Traffic started to move. Soon the city’s gray buildings were behind him, and he was traveling through the hilly suburbs. He had programmed the GPS system so the voice would have a female British accent. It was a nice change, and he let the voice guide him to the Crutchfield home on Morningside Drive in Oakmont.
It was dark when his headlights found the mailbox with the address. It was a remote area with no streetlights, the land heavily forested. He got out of his car to make sure he had the right place. Printed on the side of the mailbox in faint letters was the word CRUTCHFIELD.
He inched his rental down the gravel driveway past a stand of trees. Almost immediately he had to stop. A fallen oak tree lay in his path. He tried to drive around it, only to find there was no room on either side.

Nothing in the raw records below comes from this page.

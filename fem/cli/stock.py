"""`heatvouch stock`: the library of materials, with where each value comes from."""

from pathlib import Path
from typing import TYPE_CHECKING, Annotated

import typer

from fem.cli.answer import answering, ending, out, put_json, say, tell

if TYPE_CHECKING:
    from fem.stock import Stock

app = typer.Typer(rich_markup_mode=None)

MOST = 3
"""Stocks that an error suggests."""

AsJson = Annotated[bool, typer.Option("--json", help="Print JSON on the output.")]
Name = Annotated[str, typer.Argument(metavar="NAME", help="The stock's name, in quotes if it has blanks.")]


@app.callback(
    invoke_without_command=True,
    epilog=ending(
        "stock list insulating brick", 'stock show "fireclay brick"', 'stock plot "fireclay brick" --to fireclay.png'
    ),
)
def stock(ctx: typer.Context) -> None:
    """List, show and plot the library's materials."""
    if ctx.invoked_subcommand is None:
        typer.echo(ctx.get_help())


@app.command("list", epilog=ending("stock list", "stock list insulating brick"))
def list_stock(
    search: Annotated[str, typer.Argument(metavar="[SEARCH]", help="Words that its name or family must hold.")] = "",
    *,
    as_json: AsJson = False,
) -> None:
    """List the stocks of the library."""
    with answering(as_json=as_json):
        from fem.cli.stock_tables import listing, listing_table
        from fem.stock import find, library

        found = find(search) if search.strip() else list(library().values())
        if as_json:
            put_json({"stock": [listing(stock) for stock in found]})
        elif found:
            out().print(listing_table(found))
        else:
            say(f'no stock of the library holds "{search}"; without a search word all are listed')


@app.command("show", epilog=ending('stock show "fireclay brick"'))
def show_stock(name: Name, *, as_json: AsJson = False) -> None:
    """Show a stock: its values over temperature, where they hold, and where each comes from."""
    with answering(as_json=as_json):
        from fem.cli.stock_tables import listing, show

        stock = named(name)
        if as_json:
            put_json(listing(stock))
        else:
            show(out(), stock)


@app.command("plot", epilog=ending('stock plot "fireclay brick" --to fireclay.png'))
def plot(
    name: Name,
    *,
    to: Annotated[Path, typer.Option(metavar="FILE.png", help="The picture; one that is there is replaced.")],
) -> None:
    """Plot a stock's properties over temperature, with their sources, into a PNG file."""
    with answering(as_json=False):
        from fem.errors import DocketError, StoreError
        from fem.stock.plot import plot_stock

        if to.suffix.lower() != ".png":
            raise DocketError.single(
                "--to", str(to), "a file that ends in .png", "name it so: it will hold a PNG picture"
            )
        try:
            tell(f"wrote {plot_stock(named(name), to)}")
        except OSError as error:
            raise StoreError(f"{to} could not be written: {error.strerror or error}") from error


def named(name: str) -> "Stock":
    """Return the library's stock of that name or alias.

    Raises
    ------
    DocketError
        If there is none, with the names that hold its words, or else with the nearest.
    """
    from fem.errors import DocketError
    from fem.stock import library, nearest

    for stock in library().values():
        if name.casefold() in (label.casefold() for label in (stock.name, *stock.aliases)):
            return stock
    close = ", ".join(f'"{label}"' for label in nearest(name, MOST))
    hint = f"did you mean {close}?" if close else "`heatvouch stock list` shows all names"
    raise DocketError.single("stock", f'"{name}"', "a name of the library", hint)
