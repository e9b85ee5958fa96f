"""The work behind `look` and `vouch`: read the docket, find or make its record, keep it, show it."""

import os
from collections.abc import Iterator
from contextlib import contextmanager
from dataclasses import dataclass, replace
from importlib.metadata import PackageNotFoundError, version
from pathlib import Path
from typing import Any

from fem.cli.answer import BAD_INPUT, INTERRUPTED, OPEN, VOUCHED, err, out, put_json, say
from fem.cli.tables import show_end, show_record
from fem.cli.watch import Watch
from fem.docket import Docket
from fem.docket.content import content_hash
from fem.docket.file import read_docket
from fem.errors import DocketError, StoreError
from fem.export.figures import figures_of
from fem.results import store
from fem.results.numbers import Writer
from fem.results.record import Record

QUICK, VOUCH = "quick look", "vouch"


@dataclass(frozen=True)
class Asked:
    """What the command line says about a docket.

    Attributes
    ----------
    docket : Path
    variant : str or None
    changes : dict
        Path in the docket and value, of what the command line changes.
    again, as_json : bool
    """

    docket: Path
    variant: str | None
    changes: dict[str, Any]
    again: bool
    as_json: bool


def asked_for(
    docket: Path,
    *,
    variant: str | None = None,
    band: str | None = None,
    cells: int | None = None,
    seconds: float | None = None,
    again: bool = False,
    as_json: bool = False,
) -> Asked:
    """Return what the options of a command ask for."""
    given = {"wanted.gauges": _number_or_text(band), "allowance.cells": cells, "allowance.seconds": seconds}
    changes = {path: value for path, value in given.items() if value is not None}
    return Asked(docket, variant, changes, again, as_json)


def _number_or_text(text: str | None) -> float | str | None:
    try:
        return None if text is None else float(text)
    except ValueError:
        return text  # with its unit; whether it is one, the docket says


def read(asked: Asked) -> Docket:
    """Return the docket that is meant: its variant, with what the command line changes.

    Raises
    ------
    DocketError
        With every problem.
    """
    docket = read_docket(asked.docket)
    if asked.variant is not None:
        docket = docket.variant(asked.variant)
    if not asked.changes:
        return docket
    try:
        return docket.with_changes(asked.changes)
    except DocketError as error:
        raise error.in_file("command line") from None


@contextmanager
def in_docket(path: Path, docket: Docket) -> Iterator[None]:
    """Name the docket's file in what is found wrong once it was read: its section, its gauges."""
    try:
        yield
    except DocketError as error:
        words = Writer(docket.units).words
        told = (replace(problem, value=words(problem.value)) for problem in error.problems)
        raise DocketError(told).in_file(path.name) from None


def run(asked: Asked, kind: str) -> int:
    """Answer `look` or `vouch`; return the exit code.

    Raises
    ------
    HeatvouchError
        If the docket is refused, or the shelf cannot be written: before the work, not after it.
    """
    docket = read(asked)
    shelf, digest = store.shelf_of(asked.docket), content_hash(docket)
    kept = None if asked.again else on_shelf(shelf, digest, kind)
    if kept is not None:
        folder, record = kept
        say(shelf_text(record))
        _show(asked, record, str(folder))
        return exit_code(record)
    refuse_unwritable(shelf)
    with in_docket(asked.docket, docket):
        record = _work(docket, kind)
    folder = store.place_on(shelf, digest, kind, record.outcome)
    try:
        where = str(store.save(record, folder))
    except StoreError as error:  # the numbers are shown all the same: they may have cost an hour
        _show(asked, record, f"not kept: {error}")
        return BAD_INPUT
    _show(asked, record, where)
    return exit_code(record)


def shelf_text(record: Record) -> str:
    """Return the line that tells that a record was not made now, and that it is open if it is."""
    told = f"read from the shelf, where it lies since {record.created}; --again runs it anew"
    if record.kind == QUICK or record.standing == "vouched":
        return told
    if not record.reasons:
        return f"{told}. This vouch is open"
    first, more = Writer.of(record).words(record.reasons[0].text), len(record.reasons) - 1
    return f"{told}. This vouch is open: {first}" + (f" (and {more} more)" if more else "")


def on_shelf(shelf: Path, digest: str, kind: str) -> tuple[Path, Record] | None:
    """Return the folder and the record that answer a docket; None where none does, or only a damaged one."""
    try:
        folder = store.find(shelf, digest, kind)
        if folder is None:
            _tell_unfinished(shelf, digest, kind)
            return None
        record = store.load(folder)
    except StoreError as error:
        say(f"the record on the shelf is not used: {error}")
        return None
    made_by, this = record.versions.get("heatvouch"), _version()
    if made_by != this:
        say(f"the record on the shelf was made by heatvouch {made_by}; this is {this}")
    return folder, record


def _tell_unfinished(shelf: Path, digest: str, kind: str) -> None:
    """Tell of a record that does not answer the docket, though work went into it."""
    for outcome in (store.INTERRUPTED, store.UNFINISHED):
        folder = store.place_on(shelf, digest, kind, outcome)
        if folder.exists():
            say(f"a {kind} of this docket that did not finish ({outcome}) is not used; it lies in {folder}")


def _version() -> str:
    try:
        return version("heatvouch")
    except PackageNotFoundError:  # run from a source tree that is not installed
        return "not installed"


def refuse_unwritable(shelf: Path) -> None:
    """Refuse a shelf that cannot be written, before hours of work go into a record for it.

    Raises
    ------
    StoreError
        If so.
    """
    folder = shelf if shelf.exists() else shelf.parent
    if not folder.is_dir() or not os.access(folder, os.W_OK):
        raise StoreError(f"records cannot be kept in {shelf}: {folder} cannot be written; copy the docket elsewhere")


def _work(docket: Docket, kind: str) -> Record:
    from fem.vouch import look, vouch

    with Watch(err()) as watch:
        if kind == QUICK:
            return look(docket, on_progress=watch.on_progress, stop=watch.stop)
        return vouch(docket, on_progress=watch.on_progress, on_turn=watch.on_turn, stop=watch.stop)


def _show(asked: Asked, record: Record, where: str) -> None:
    if asked.as_json:
        put_json({**figures_of(record), "record": where})
        return
    console = out()
    show_record(console, record)
    show_end(console, record, where)


def exit_code(record: Record) -> int:
    """Return the exit code that a record stands for."""
    if record.outcome == store.INTERRUPTED:
        return INTERRUPTED
    if record.kind == QUICK:
        return VOUCHED if record.outcome == store.FINISHED else OPEN
    return VOUCHED if record.standing == "vouched" else OPEN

He climbed out and tried to move the tree. He managed to get it an inch off the ground, nothing more.
“Damn it.”
He hadn’t come all this way to be stopped by a lousy tree. He opened the trunk and got the flashlight from his garment bag, and checked it to make sure the batteries still worked. They did, and he headed down the driveway by foot.
The walk lifted his spirits. The air was cooler than back home, and there was a refreshing chill in the air. He hadn’t appreciated the cold until he’d moved to Florida to hunt for Danni. Now, the cold was something he dreamed of going back to.
A tall wooden fence greeted him at the driveway’s end. A painted sign had been nailed to the fence. The sign read No Trespassing – This Means You!
He tried to open the gate, and found that it was locked. On either side of the gate was a fence topped with metal spikes. It was growing dark and he probably should have gone back to his car and waited until tomorrow but instead he grabbed the top of the gate with his hand and pulled himself up so he was looking over it.
That was when he saw the house.
It was an old Victorian three-story with a gabled roof and a wraparound front porch with a metal swing. The swing moved eerily back and forth despite there not being a hint of breeze. The front door had criss-crossing boards nailed over it, and pieces of plywood covered the windows. Shingles were missing from the roof and the paint was peeling in large chunks off the front and sides. Not a soul had lived here for years.
He wanted to see more.
It was a bad idea. He didn’t have a search warrant, and would be breaking the law should he step onto the property without one. He believed in the law, and what it stood for. He had never broken the law for the sake of speeding up an investigation.